Work to be completed →
Show all lines containing "runs" from the data below.

Dataset records:

/* The row from amplitudes alone: three trials and as found, or it is short. */
static int fit_amplitudes(const struct model *m, struct model_row *row)
{
    double *real = calloc(2 * row->count + 1, sizeof *real);
    int result = MODEL_OK;
    if (!real)
        return MODEL_NO_MEMORY;
    for (size_t i = 0; i < row->count; i++) {
        real[i] = creal(row->y[i]);
        real[row->count + i] = row->total[i][0];
    }
    size_t which;
    int error = amplitude_fit(row->count, real, row->x, real + row->count, row->as_found,
                              &row->posterior, &row->misfit, &which);
    if (error == AMPLITUDE_AMBIGUOUS && amplitude_pair(row->count, real, row->x, real + row->count,
                                                       row->as_found, row->either) != AMPLITUDE_OK)
        row->either[0] = row->either[1] = NAN;
    free(real);
    row->misfit_run = row->count > 0 ? row->runs[which] : 0;
    if (error == AMPLITUDE_OK) {
        row->state = MODEL_GOOD;
        row->posterior.dof = m->dof;
        widen_misfit(m, row);
    } else if (error == AMPLITUDE_AMBIGUOUS) {
        row->ambiguous = row->count >= 4;
        row->state = row->ambiguous || row->lost_run < 0 ? MODEL_SHORT : MODEL_LOST;
        result = posterior_init(&row->posterior, 2) == 0 ? MODEL_OK : MODEL_NO_MEMORY;
    } else {
        result = error == AMPLITUDE_NAN ? MODEL_NAN : MODEL_NO_MEMORY;
    }
    return result;
}

/* Who it may be, where the readings do not fit each other. */
static int find_culprit(const struct model *m, struct model_row *row)
{
    struct regress_data data = {.count = row->count,
                                .planes = m->job->plane_count,
                                .y = row->y,
                                .x = row->x,
                                .cov = (const double(*)[3])row->total,
                                .scale = row->as_found};
    int which;
    if (!(row->misfit >= MODEL_MISFIT))
        return MODEL_OK;
    bool mirrored = false;
    int result = culprit_find(&data, MODEL_MISFIT, row->possible, &which);
    if (result == REGRESS_OK && which >= 0)
        result = culprit_mirrored(&data, MODEL_MISFIT, &mirrored);
    for (size_t i = 0; mirrored && i < row->count; i++)
        row->possible[i] = false;
    int on = -1, in = -1;
    if (result == REGRESS_OK)
        result = culprit_left_on(&data, MODEL_EXPLAINED, &on, &in);
    row->left_on = on >= 0 ? (int)row->runs[on] : -1;
    row->left_in = in >= 0 ? (int)row->runs[in] : -1;
    row->culprit = result == REGRESS_OK && which >= 0 && !mirrored ? (int)row->runs[which] : -1;
    return result == REGRESS_OK          ? MODEL_OK
           : result == REGRESS_NO_MEMORY ? MODEL_NO_MEMORY
                                         : MODEL_FAILED;
}

static int fit_row(struct model *m, struct model_row *row)
{
    row->sigma = m->repeatability * row->as_found;
    for (size_t i = 0; i < row->count; i++)
        for (int k = 0; k < 3; k++) {
            row->total[i][k] = row->cov[i][k] + (k == 1 ? 0 : row->sigma * row->sigma);
            row->typical[k] += row->cov[i][k] / (double)row->count;
        }
    if (m->amplitudes)
        return fit_amplitudes(m, row);
    int result = stored_fit(row, m->job->plane_count);
    if (result != REGRESS_OK)
        return result == REGRESS_NO_MEMORY ? MODEL_NO_MEMORY
               : result == REGRESS_NAN     ? MODEL_NAN
                                           : MODEL_FAILED;
    row->posterior.dof = m->dof;
    widen_misfit(m, row);
    result = find_culprit(m, row);
    if (result != MODEL_OK)
        return result;
    for (size_t p = 0; p < m->job->plane_count; p++)
        m->held[p] = m->held[p] || row->stored[p];
    if (row->runout) { /* one error that all readings share: Z0 has it, no response does */
        const double *cov = m->runout[row->sensor].cov;
        size_t width = 2 * row->posterior.unknowns;
        row->posterior.cov[0] += cov[0];
        row->posterior.cov[1] += cov[1];
        row->posterior.cov[width] += cov[1];
        row->posterior.cov[width + 1] += cov[2];
    }
    return MODEL_OK;
}
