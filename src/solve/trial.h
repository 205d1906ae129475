/* trial.h - the size of a trial weight, and the force of a weight. */
#ifndef LOPSIDE_SOLVE_TRIAL_H
#define LOPSIDE_SOLVE_TRIAL_H

#include <stddef.h>

#define TRIAL_SHARE 0.10      /* of the static journal load, as force: common practice */
#define TRIAL_GRAVITY 9.80665 /* m/s2, CGPM 1901 */

/* Centrifugal force m r w^2, N, of `mass` kg at `radius` m and `rpm`. */
double trial_force(double mass, double radius, double rpm);

/* The mass, kg, at `radius` m whose force at `rpm` is TRIAL_SHARE of the weight of `journal_load`
 * kg. */
double trial_mass(double journal_load, double radius, double rpm);

/* The sum of at most `pieces` pieces nearest to `mass`: masses[stock] (kg, > 0), counts[stock] of
 * each
 * (-1: any number), not above `most`. 0 where no single piece may be used. Without stock: `mass`,
 * or `most` if that is less. */
double trial_round(double mass, const double *masses, const int *counts, size_t stock, int pieces,
                   double most);

#endif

Answer to this exercise →
    row->misfit_run = row->count > 0 ? row->runs[which] : 0;
    row->left_on = on >= 0 ? (int)row->runs[on] : -1;
    row->left_in = in >= 0 ? (int)row->runs[in] : -1;
    row->culprit = result == REGRESS_OK && which >= 0 && !mirrored ? (int)row->runs[which] : -1;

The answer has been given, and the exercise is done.